Photography company Lytro, which early last year shifted from still cameras into the world of VR, has unveiled what it’s calling the first 6DOF 360-degree film. Moon lasts less than 45 seconds, but it shows a peek at what simply hasn’t been possible yet. It is, VP of engineering Tim Milliron says, Lytro’s “coming-out party.” “We’ve been working on the tech a long time,” he says, “and this is proof that you can do it.”

In the short, an astronaut standing on the surface of the moon delivers Neil Armstrong’s famous 1969 speech. “That’s one small step for man,” he says, the Earth hovering in the sky over his shoulder, “one giant step for mankind.” Oops.

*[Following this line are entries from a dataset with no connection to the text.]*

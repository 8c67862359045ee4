import { describe, expect, it } from "vitest";
import { analyzePlan } from "../../../solver/plan/analyze";
import { bandEdges } from "../../../solver/plan/bands";
import { type BandName, type PlanGround, parsePlan } from "../../../solver/plan/schema";
import { buildTemplate, planResonanceNear, TEMPLATE_KINDS } from "../../../solver/plan/templates";

// Ordinary soil ("average ground": σ = 5 mS/m, εr = 13; common practice, solver/ground/presets.ts).
const GROUND: PlanGround = { kind: "real", preset: "average ground" };

/** Two trees `span` metres apart on the x axis, both usable to `height`. */
function yard(band: BandName, span: number, height: number) {
  return parsePlan({
    version: 1,
    lot: {
      outline: [
        [-30, -30],
        [30, -30],
        [30, 30],
      ],
    },
    ituRegion: 1,
    bands: [band],
    ground: GROUND,
    supports: [
      { type: "tree", id: "a", position: [0, 0], height },
      { type: "tree", id: "b", position: [span, 0], height },
    ],
    // A placeholder run (replaced by each template) so the plan is valid on its own.
    wireRuns: [
      {
        id: "placeholder",
        anchors: [
          { kind: "free", id: "p1", position: [0, 20, 3] },
          { kind: "free", id: "p2", position: [1, 20, 3] },
        ],
        wire: { awg: 14 },
        feed: { at: 0.5 },
      },
    ],
  });
}
const only = (t: ReturnType<typeof buildTemplate>) => ({ ...t.plan, wireRuns: [t.run] });

describe("templates", () => {
  // Wide spans for the layouts that need the room, a short one for those that bend to fit.
  const SPAN: Record<string, number> = { "drooped-dipole": 7, "z-dipole": 7, "l-dipole": 7 };
  it.each(TEMPLATE_KINDS)("%s resonates inside the 20 m band after trimming", (kind) => {
    const t = buildTemplate(yard("20 m", SPAN[kind] ?? 14, 10), { kind, band: "20 m", from: "a", to: "b" });
    const band = bandEdges("20 m", 1);
    const b = analyzePlan(only(t), { quick: true }).bands[0];
    if (kind === "end-fed-half-wave") {
      // Fed against a short counterpoise it stays capacitive through its high-impedance peak, so the
      // resonance the user tunes is the SWR minimum against the 49:1 (2450 Ω) reference: it must fall
      // strictly inside the band, not at an edge.
      expect(b.swrMinMHz).toBeGreaterThan(band.lowMHz);
      expect(b.swrMinMHz).toBeLessThan(band.highMHz);
    } else {
      expect(b.resonancesMHz.some((f) => f >= band.lowMHz && f <= band.highMHz)).toBe(true);
    }
  });

  // 468 / f(MHz) feet for a half-wave dipole: common practice, no published source. A typical backyard
  // 40 m dipole at 10 m. (Over perfect ground the trimmed length strays up to ~3.5 % from it on 20 m
  // at 0.45–0.5 λ, where the image pushes the resonance down.)
  it("straight dipole trims to within 3 % of 468/f feet", () => {
    const t = buildTemplate(yard("40 m", 24, 10), {
      kind: "straight-dipole",
      band: "40 m",
      from: "a",
      to: "b",
    });
    const handbook = (468 / 7.1) * 0.3048;
    expect(Math.abs(t.lengthM / handbook - 1)).toBeLessThan(0.03);
  });

  // Trade facts (common practice, no published source): ends drooped or bent to fit a short yard, the
  // dipole still resonates after trimming and gives up a fraction of a dB to about 1 dB of peak gain
  // (0.2–2 dB) against the straight dipole at the same height.
  const straight = analyzePlan(
    only(buildTemplate(yard("20 m", 14, 10), { kind: "straight-dipole", band: "20 m", from: "a", to: "b" })),
  ).bands[0];
  it.each(["drooped-dipole", "z-dipole"] as const)(
    "%s gives up 0.2–2 dB against the straight dipole",
    (kind) => {
      const t = buildTemplate(yard("20 m", 7, 10), { kind, band: "20 m", from: "a", to: "b" });
      const b = analyzePlan(only(t)).bands[0];
      expect(b.resonancesMHz.some((f) => f >= b.lowMHz && f <= b.highMHz)).toBe(true);
      const loss = straight.peakGainDbi - b.peakGainDbi;
      expect(loss).toBeGreaterThan(0.2);
      expect(loss).toBeLessThan(2);
    },
  );

  // The drooped ends come down toward the soil: a little more ground loss (more, by under 10 points of
  // the accepted power). Not asserted for the Z-bent dipole, whose ends stay at full height: this engine
  // finds its ground loss the same as the straight dipole's to within 0.1 point.
  it("drooped-dipole loses a little more in the ground than the straight dipole", () => {
    const t = buildTemplate(yard("20 m", 7, 10), {
      kind: "drooped-dipole",
      band: "20 m",
      from: "a",
      to: "b",
    });
    const extra = analyzePlan(only(t)).bands[0].power.groundLoss - straight.power.groundLoss;
    expect(extra).toBeGreaterThan(0);
    expect(extra).toBeLessThan(0.1);
  });

  // The ideal-dipole reference of a plan that already is the ideal dipole (straight, level, centre-fed,
  // trimmed at the band centre) must agree with it: the comparison's zero.
  it("ideal-dipole reference of a straight dipole plan differs by under 0.1 dB", () => {
    expect(Math.abs(straight.vsIdealDipoleDb)).toBeLessThan(0.1);
    expect(Math.abs(straight.vsIdealAtTakeoffDb)).toBeLessThan(0.1);
  });

  // Trade fact (common practice, no published source): an inverted V resonates lower than the same
  // wire strung straight at the apex height. The usual case: an 80 m V from one 12 m support, 120°
  // included angle, ends about 2 m up. (This engine finds the V resonating HIGHER by 0.5–1 % when its
  // ends stay above ~0.1 λ — e.g. 40 m from 12 m, ends at 7 m — so the fact holds for low ends only.)
  it("inverted V resonates lower than the same wire straight", () => {
    const v = buildTemplate(yard("80 m", 40, 12), { kind: "inverted-v", band: "80 m", from: "a", to: "b" });
    const half = v.lengthM / 2;
    const flat = parsePlan({
      ...only(v),
      wireRuns: [
        {
          id: "flat",
          anchors: [
            { kind: "free", id: "f1", position: [-half, 0, 12] },
            { kind: "free", id: "f2", position: [half, 0, 12] },
          ],
          wire: { awg: 14 },
          feed: { at: 0.5 },
        },
      ],
      analysis: {},
    });
    const fV = planResonanceNear(only(v), 3.65)!;
    const fFlat = planResonanceNear(flat, 3.65)!;
    expect(fV).toBeLessThan(fFlat);
  });
});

“Cut!” a voice over your shoulder yells. The lights go up. You’re not on the moon at all—you’re on a soundstage, and when you turn around, Stanley Kubrick is sitting in a director’s chair looking pissed. “I’m an actor, not an astronaut,” the guy in the space suit says. It’s quick, but it’s cute. (And if you’re still hungry for the-moon-landing-is-a-Kubrick-filmed-hoax conspiracy theories, we can happily recommend Room 238 and Operation Avalanche.)